View the histogram and compare the optimized results to uniformly sampled results:

uniform_result = combi.sample_uniform()

optimization_result["cost"].plot(
    kind="hist",
    bins=50,
    edgecolor="black",
    weights=optimization_result["probability"],
    alpha=0.6,
    label="optimized",
)
uniform_result["cost"].plot(
    kind="hist",
    bins=50,
    edgecolor="black",
    weights=uniform_result["probability"],
    alpha=0.6,
    label="uniform",
)
plt.legend()
plt.ylabel("Probability", fontsize=16)
plt.xlabel("cost", fontsize=16)
plt.tick_params(axis="both", labelsize=14)

png

Plot the optimal solution:

best_solution = optimization_result.solution[optimization_result.cost.idxmin()]["x"]

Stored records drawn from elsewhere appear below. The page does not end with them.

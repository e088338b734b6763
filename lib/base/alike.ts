import { bareKey, characterWords, cleanScan, foldAlike, place, serialKey, serialLoose } from "./serial";
import { align, COST, WIDE } from "./align";
import { readings } from "./scan";

/** What serialLoose leaves of digits and capitals. */
const LOOSE = [..."0123456789ACEFHJKMNPRTUWXY"];
/** A serial of one item has twenty characters at most by GS1 (21); makers' own may be longer. */
const EDITED_MOST = 40;
const EDITED_LEAST = 5;
/** More than any scan of one label; the rest of a longer text says nothing about a serial. */
const TEXT_MOST = 200;
const KEYS_MOST = 8000;
const BASES_MOST = 12;
/** Readings in which an error is looked for, too; in the rest only what is exact. */
const READINGS_EDITED = 3;

function swappedOnce(key: string): string[] {
  const found: string[] = [];
  for (const [two, one] of WIDE)
    for (const [from, to] of [
      [two, one],
      [one, two],
    ])
      for (let at = key.indexOf(from!); at >= 0; at = key.indexOf(from!, at + 1))
        found.push(key.slice(0, at) + to + key.slice(at + from!.length));
  return found;
}

/** The key with every choice of W for VV and M for RN, fewest swaps first; of many, at least all at once. */
function wideVariants(key: string): string[] {
  const all = new Set([key]);
  for (const k of all) {
    if (all.size >= BASES_MOST - 2) break;
    for (const next of swappedOnce(k)) if (all.size < BASES_MOST - 2) all.add(next);
  }
  all.add(key.replaceAll("UU", "W").replaceAll("RN", "M"));
  all.add(key.replaceAll("W", "UU").replaceAll("M", "RN"));
  return [...all];
}

/** The other layout of a keyboard: Y and Z change places (Z is folded to 2), the dash is the sharp s. */
const otherLayout = (text: string): string =>
  bareKey(cleanScan(text).replace(/ß/g, "-")).replace(/[YZ]/g, (c) => (c === "Y" ? "Z" : "Y"));

/** A stored key lost "SN" or "SER" when they stood in front: what remains of a loose key that begins so. */
function withoutLabel(loose: string): string[] {
  return ["5N", "5ER", "5ER1A1", "5ER1A1N0", "5ER1A1NUM8ER"]
    .filter((label) => loose.startsWith(label))
    .map((label) => loose.slice(label.length))
    .filter((rest) => rest.length >= EDITED_LEAST);
}

/** Every key that one substitution, insertion, deletion or exchange of neighbors makes of this one. */
export function singleEdits(key: string): Set<string> {
  const found = new Set([key]);
  for (let at = 0; at <= key.length; at++) {
    const before = key.slice(0, at);
    const after = key.slice(at + 1);
    for (const c of LOOSE) found.add(before + c + key.slice(at));
    if (at === key.length) break;
    found.add(before + after);
    for (const c of LOOSE) found.add(before + c + after);
    if (after !== "") found.add(before + after[0] + key[at] + after.slice(1));
  }
  return found;
}

/**
 * Loose keys under which the serial meant may stand: any number of look-alikes, and one more error
 * anywhere. About 600 for eleven characters; bounded for any text. Empty where too little was given.
 */
export function alikeKeys(text: string): string[] {
  const query = text.slice(0, TEXT_MOST);
  const read = readings(query).map((r) => ({ ...r, loose: foldAlike(serialKey(r.serial)) }));
  const firm = read.filter((r) => r.firm && r.loose.length >= 4);
  if (firm.length === 0) return [];
  const bases = new Set<string>();
  for (const key of [
    serialLoose(query),
    ...firm.slice(0, READINGS_EDITED).map((r) => r.loose),
    foldAlike(bareKey(query)),
    ...(/[YZß]/i.test(query) ? [foldAlike(otherLayout(query))] : []),
  ])
    if (key.length >= 4) for (const base of wideVariants(key)) bases.add(base);
  const keys = new Set<string>([...bases, ...read.map((r) => r.loose).filter((k) => k.length >= 4)]);
  for (const base of bases) {
    if (base.length < EDITED_LEAST || base.length > EDITED_MOST) continue;
    for (const key of singleEdits(base)) {
      keys.add(key);
      for (const rest of withoutLabel(key)) keys.add(rest);
    }
    if (keys.size >= KEYS_MOST) break;
  }
  return [...keys].slice(0, KEYS_MOST);
}

type Compared = { text: string; bare: string; extra: number; exactOnly: boolean };

/** Readings worth comparing, each with what it costs to believe in it. */
function compared(query: string): Compared[] {
  const all = readings(query);
  const given = [cleanScan(query), query.slice(0, 80)].map((text) => ({ text, extra: 0, exactOnly: false }));
  const firm = all.filter((r) => r.firm).slice(0, READINGS_EDITED);
  const guesses = all.filter((r) => !r.firm);
  return [
    ...given,
    ...firm.map((r) => ({ text: r.serial, extra: COST.reading, exactOnly: false })),
    ...guesses.map((r) => ({ text: r.serial, extra: 2 * COST.reading, exactOnly: true })),
  ].map((c) => ({ ...c, bare: bareKey(c.text) }));
}

function nearest(ways: readonly Compared[], serial: string): { cost: number; text: string } {
  const known = bareKey(serial).slice(0, 80);
  const loose = foldAlike(known);
  let best = { cost: Infinity, text: ways[0]!.text };
  for (const { text, bare, extra, exactOnly } of ways) {
    if (extra >= best.cost || (exactOnly && foldAlike(bare) !== loose)) continue;
    const cost = extra + align(bare, known).cost;
    if (cost < best.cost) best = { cost, text };
  }
  return best;
}

/** How far a serial of the ledger is from what was given: 0 is the same, and less is likelier. */
export const alikeness = (query: string, serial: string): number => nearest(compared(query), serial).cost;

/** The nearest first; the same serial for the same question always, whatever the order they come in. */
export function rankAlike<T extends { serial: string }>(query: string, units: readonly T[]): T[] {
  const ways = compared(query);
  return units
    .map((unit) => ({ unit, cost: nearest(ways, unit.serial).cost }))
    .sort((a, b) => a.cost - b.cost || (a.unit.serial < b.unit.serial ? -1 : 1))
    .map((r) => r.unit);
}

/** Characters of a key with where each stands in the serial as printed. */
function cells(printed: string): { key: string; at: number[] } {
  const list = [...printed].flatMap((c, at) => [...bareKey(c)].map((k) => ({ k, at })));
  return { key: list.map((c) => c.k).join(""), at: list.map((c) => c.at) };
}

/** In words, for the ear too: what in a suggested serial differs from what was given. At most `limit`. */
export function alikeWords(query: string, serial: string, limit = 3): string[] {
  const printed = serial.normalize("NFKC").toUpperCase();
  const known = cells(printed);
  const { text } = nearest(compared(query), serial);
  const given = bareKey(text);
  const where = (j: number) => place(printed, known.at[j] ?? printed.length);
  const words = align(given, known.key)
    .steps()
    .flatMap(({ kind, given: taken, known: used, i, j }) => {
      const g = given.slice(i, i + taken);
      const k = known.key.slice(j, j + used);
      if (g === k) return [];
      if (kind === "swap") return [`${where(j)} and the next change places`];
      if (kind === "missing") return [`${where(j)}, ${characterWords(k)}, was left out`];
      if (kind === "extra")
        return [`one too many: ${characterWords(g)}, ${j === 0 ? "in front" : `following ${where(j - 1)}`}`];
      const [is, not] = [k, g].map((c) => (c.length === 2 ? c : characterWords(c)));
      return [`${where(j)} ${used === 2 ? "and the next are" : "is"} ${is}, not ${not}`];
    });
  const within = given !== bareKey(cleanScan(query)) && given !== bareKey(query) ? [`read as ${text}`] : [];
  const shown = [...within, ...words];
  return shown.length > limit ? [...shown.slice(0, limit), `${shown.length - limit} more`] : shown;
}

def draw_solution(graph: nx.Graph, solution: list):
    solution_nodes = [v for v in graph.nodes if solution[v]]
    solution_edges = [
        (u, v) for u, v in graph.edges if u in solution_nodes or v in solution_nodes
    ]
    nx.draw_kamada_kawai(graph, with_labels=True)
    nx.draw_kamada_kawai(
        graph,
        nodelist=solution_nodes,
        edgelist=solution_edges,
        node_color="r",
        edge_color="y",
    )


draw_solution(DG, best_solution)

png

You obtained a set of vertices that form the minimum vertex cover.

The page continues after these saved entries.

/**
 * Check characters of ISO/IEC 7064. MOD 37,36 is the hybrid system over 0-9 and A-Z:
 * it finds every single wrong character and nearly every swap of neighbors.
 */
const ALPHABET = "0123456789ABCDEFGHIJKLMNOPQRSTUVWXYZ";

/** @throws RangeError for a character outside 0-9 and A-Z. */
export function mod37_36(data: string): string {
  const M = 36;
  let p = M;
  for (const c of data) {
    const a = ALPHABET.indexOf(c);
    if (a < 0) throw new RangeError(`"${c}" is not a digit or a capital letter`);
    let s = (p + a) % M;
    if (s === 0) s = M;
    p = (s * 2) % (M + 1);
  }
  return ALPHABET[(M + 1 - p) % M]!;
}

export const mod37_36Holds = (withCheck: string): boolean =>
  withCheck.length > 1 && mod37_36(withCheck.slice(0, -1)) === withCheck.slice(-1);

const CROCKFORD = "0123456789ABCDEFGHJKMNPQRSTVWXYZ";

/** Bytes as Crockford's base 32, five bits a character, most significant first. */
export function crockford(bytes: Uint8Array, length: number): string {
  let out = "";
  let bits = 0;
  let held = 0;
  for (const byte of bytes) {
    held = (held << 8) | byte;
    bits += 8;
    while (bits >= 5 && out.length < length) {
      bits -= 5;
      out += CROCKFORD[(held >> bits) & 31];
    }
    held &= 0xff;
  }
  return out;
}

/** What a person typed, as Crockford's reading rules have it: I and L are 1, O is 0, hyphens do not count. */
export function readCrockford(text: string): string {
  return text.toUpperCase().replace(/[\s-]/g, "").replace(/[IL]/g, "1").replace(/O/g, "0");
}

Remove these nodes from the original vulnerability graph \(V\):

check_B = B.copy()
vc2 = [v for v in DG.nodes if best_solution[v]]
for v in vc2:
    check_B.remove_node(v)

nx.draw(
    check_B,
    pos=nx.bipartite_layout(check_B, Source),
    with_labels=True,
    font_color="whitesmoke",
)

png

Given that the MVCV vulnerability nodes are patched, the rest of the vulnerabilities are disconnected from one other. This significantly breaks most of the network kill chains.

Larger Scale Models

TBD

The leveraging of short term solutions for NP-hard problems that are present in cybersecurity data is a potentially rich vein of exciting possibilities. The fast and efficient resolution of cybersecurity data problems also helps reduce the analysis and reaction times of security teams.

References

[1] Cutting Medusa's Path -- Tackling Kill-Chains with Quantum Computing.

[2] Farhi, Edward, Jeffrey Goldstone, and Sam Gutmann. "A quantum approximate optimization algorithm." arXiv preprint arXiv:1411.4028 (2014).

[3] Barkoutsos, Panagiotis Kl, et al. "Improving variational quantum optimization using CVaR." Quantum 4 (2020): 256.